The most important bits in the manifest are:

nodeSelector:
        iam.gke.io/gke-metadata-server-enabled: "true"
        cloud.google.com/gke-accelerator: nvidia-tesla-t4

The node selectors instruct the GKE Autopilot to enable the metadata server for the deployment (to use Workload Identity) and to attach a nvidia-tesla-t4 GPU to the node that will execute the deployment. You can find out more about GPU-based workloads in the GKE Autocluster here.

initContainers:
        - name: init
          image: google/cloud-sdk:slim
          command: ["sh", "-c", "gcloud alpha storage cp -r gs://<bucket name>/llm/deployment/falcon-7b-instruct /data"]

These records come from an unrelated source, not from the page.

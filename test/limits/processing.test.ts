/**
 * Processing limits through tally(): surveys that cannot give a tree table
 * must say so, with a typed error or an explicit warning in the result; never
 * a silent table. The scenes are invented (scene.ts); ASPRS class codes per
 * ASPRS LAS Specification 1.4 R15 (2 ground, 5 high vegetation, 7 low noise,
 * 18 high noise).
 */
import { describe, expect, it } from 'vitest';
import { tally } from '../../lib/pipeline.js';
import { bufferSource } from '../../lib/io/sources.js';
import { makeLonLatTransform } from '../../lib/crs/transform.js';
import { crsFromUserText } from '../../lib/io/crs.js';
import { CrowntallyError } from '../../lib/errors.js';
import { lasOf, parkScene } from './scene.js';

const enc = new TextEncoder();
const run = (bytes: Uint8Array, name: string, r: Parameters<typeof tally>[1] = {}) => tally([bufferSource(bytes, name)], r);

async function refusal(p: Promise<unknown>): Promise<CrowntallyError> {
  try { await p; } catch (e) { if (e instanceof CrowntallyError) return e; throw e; }
  throw new Error('expected a typed error, got a result');
}

describe('processing limits', () => {
  it('the invented park gives its two crowns (the baseline the other cases change)', async () => {
    const r = await run(lasOf(parkScene()), 'park.las');
    expect(r.trees.count).toBe(2);
  });

  it('no ground class: the ground filter is used and the result says so', async () => {
    const r = await run(lasOf(parkScene({ groundClass: 1 })), 'noground.las');
    expect(r.warnings.some((w) => /no ground class/.test(w))).toBe(true);
    expect(r.trees.count).toBe(2);
  });

  it('no ground class when the ground class is asked for: NO_GROUND', async () => {
    const e = await refusal(run(lasOf(parkScene({ groundClass: 1 })), 'noground.las', { options: { ground: 'class' } }));
    expect(e.code).toBe('NO_GROUND');
  });

  for (const cls of [7, 18]) {
    it(`every point noise (class ${cls}): EMPTY`, async () => {
      const e = await refusal(run(lasOf(parkScene().map((p) => ({ ...p, cls }))), `noise${cls}.las`));
      expect(e.code).toBe('EMPTY');
    });
  }

  it('a single point: no trees, and warnings saying why', async () => {
    const r = await run(lasOf([{ x: 500000, y: 4000000, z: 100, cls: 2 }]), 'one.las');
    expect(r.trees.count).toBe(0);
    expect(r.warnings.some((w) => /no trees/.test(w))).toBe(true);
    expect(r.warnings.some((w) => /density/.test(w))).toBe(true);
  });

  it('every point at one height: no trees, with the warning', async () => {
    for (const cls of [2, 1]) {
      const r = await run(lasOf(parkScene().map((p) => ({ ...p, z: 100, cls }))), 'flat.las');
      expect(r.trees.count, `class ${cls}`).toBe(0);
      expect(r.warnings.some((w) => /no trees/.test(w)), `class ${cls}`).toBe(true);
    }
  });

  it('XYZ with NaN and Inf lines: those lines are left out and the crowns still found', async () => {
    const pts = parkScene();
    const lines = pts.map((p) => `${p.x.toFixed(3)} ${p.y.toFixed(3)} ${p.z.toFixed(3)} ${p.cls === 2 ? 2 : 1}`);
    const text = 'x y z classification\n' + lines.map((l, i) => (i % 50 === 0 ? `NaN 4000000 100 2\n${l}\n500000 Inf 100 2` : l)).join('\n') + '\n';
    const r = await run(enc.encode(text), 'nan.xyz', { crs: 'EPSG:32633' });
    expect(r.readout.points).toBe(pts.length);
    expect(r.readout.skippedLines).toBe(2 * Math.ceil(pts.length / 50));
    expect(r.trees.count).toBe(2);
  });

  it('a CRS the carried definitions do not know (EPSG:99999): a result with a warning, CRS_UNSUPPORTED when a CRS is required', async () => {
    const bytes = lasOf(parkScene());
    const r = await run(bytes, 'park.las', { crs: 'EPSG:99999' });
    expect(r.warnings.some((w) => /EPSG:99999/.test(w) && /metre/.test(w))).toBe(true);
    const e = await refusal(run(bytes, 'park.las', { crs: 'EPSG:99999', requireCrs: true }));
    expect(e.code).toBe('CRS_UNSUPPORTED');
    // The lon/lat transform refuses it too, rather than placing trees anywhere.
    expect(() => makeLonLatTransform(crsFromUserText('EPSG:99999'))).toThrow(expect.objectContaining({ code: 'CRS_UNSUPPORTED' }));
  });

  it('a CRS text that is not an EPSG code: BAD_OPTIONS', async () => {
    const e = await refusal(run(lasOf(parkScene()), 'park.las', { crs: 'mars-north' }));
    expect(e.code).toBe('BAD_OPTIONS');
  });
});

The init container copies the data from GCS into the local SSD-backed PVC. Note that we’re using the gcloud alpha storage command that is the new, throughput-optimized CLI interface for operating with Google Cloud Storage, allowing the user to achieve throughput of approximately 550MB/s (*this might vary depending on the zone/cluster etc).

 containers:
      - name: model
        image: <region>-docker.pkg.dev/<project id>/<artifact registry name>/huggingface/text-generation-inference:latest
        command: ["text-generation-launcher", "--model-id", "tiiuae/falcon-7b-instruct", "--quantize", "bitsandbytes", "--num-shard", "1", "--huggingface-hub-cache", "/usr/src/falcon-7b-instruct", "--weights-cache-override", "/usr/src/falcon-7b-instruct"]
        env:
          - name: HUGGINGFACE_OFFLINE
            value: "1"
          - name: PORT
            value: "8080"

The main container (model) starts the text-generation-launcher with the quantized model (8-bit quantization) and most importantly - with overridden --weights-cache-override and --huggingface-hub-cache parameters, which alongside the HUGGINGFACE_OFFLINE environment, prevent the container from downloading anything from the Hugging Face Hub directly, giving you full control over the deployment.

Service (`service.yaml`)

The last piece of the puzzle is a simple Kubernetes service, to expose the deployment:

apiVersion: v1
kind: Service
metadata:
  name: falcon-7b-instruct-service
spec:
  selector:
    app: falcon-7b-instruct
  type: ClusterIP
  ports:
    - name: http
      port: 8080
      targetPort: 8080

Deploying Falcon-7b-Instruct in GKE

Once the manifests are ready, apply them:

kubectl apply -f storage.yaml
kubectl apply -f deployment.yaml
kubectl apply -f service.yaml

After a few minutes, the deployment should be ready

kubectl get pods -l app=falcon-7b-instruct
NAME                                  READY   STATUS    RESTARTS   AGE
falcon-7b-instruct-68d7b85f56-vbcsv   1/1     Running   0          8m

You can now connect to the model!

Connecting to the private Falcon-7B-Instruct model

Now that the model is deployed, you can connect to the model from within the cluster or from your local machine, by creating a port-forward to the service:

kubectl port-forward svc/falcon-7b-instruct-service 8080:8080

In order to query the model, you can use HTTP API directly

curl 127.0.0.1:8081/generate \
    -X POST \
    -d '{"inputs":"Who is James Hetfield?","parameters":{"max_new_tokens":17}}' \
    -H 'Content-Type: application/json'
Response:
{"generated_text":"\nJames Hetfield is a guitarist and singer for the American heavy metal band Metallica"}

Or using Python (the example shows zero-shot text classification / sentiment analysis):

from text_generation import Client

client = Client("http://127.0.0.1:8080")

query = """
Answer the question using ONLY the provided context between triple backticks, and if the answer is not contained within the context, answer: "I don't know".
Only focus on the information within the context. Do NOT use any outside information. If the question is not about the context, answer: "I don't know".

Context:
```
I really like the new Metallica 72 Seasons album! I can't wait to hear the next one.
```

Question: What is the sentiment of the text? Answer should be one of the following words: "positive" / "negative" / "unknown".
"""
text = ""
for response in client.generate_stream(query, max_new_tokens=128):
    if not response.token.special:
        text += response.token.text
        print(response.token.text, end="")
print("")

Result:

> python query.py
Answer: "positive"

Full documentation of the service’s API is available here.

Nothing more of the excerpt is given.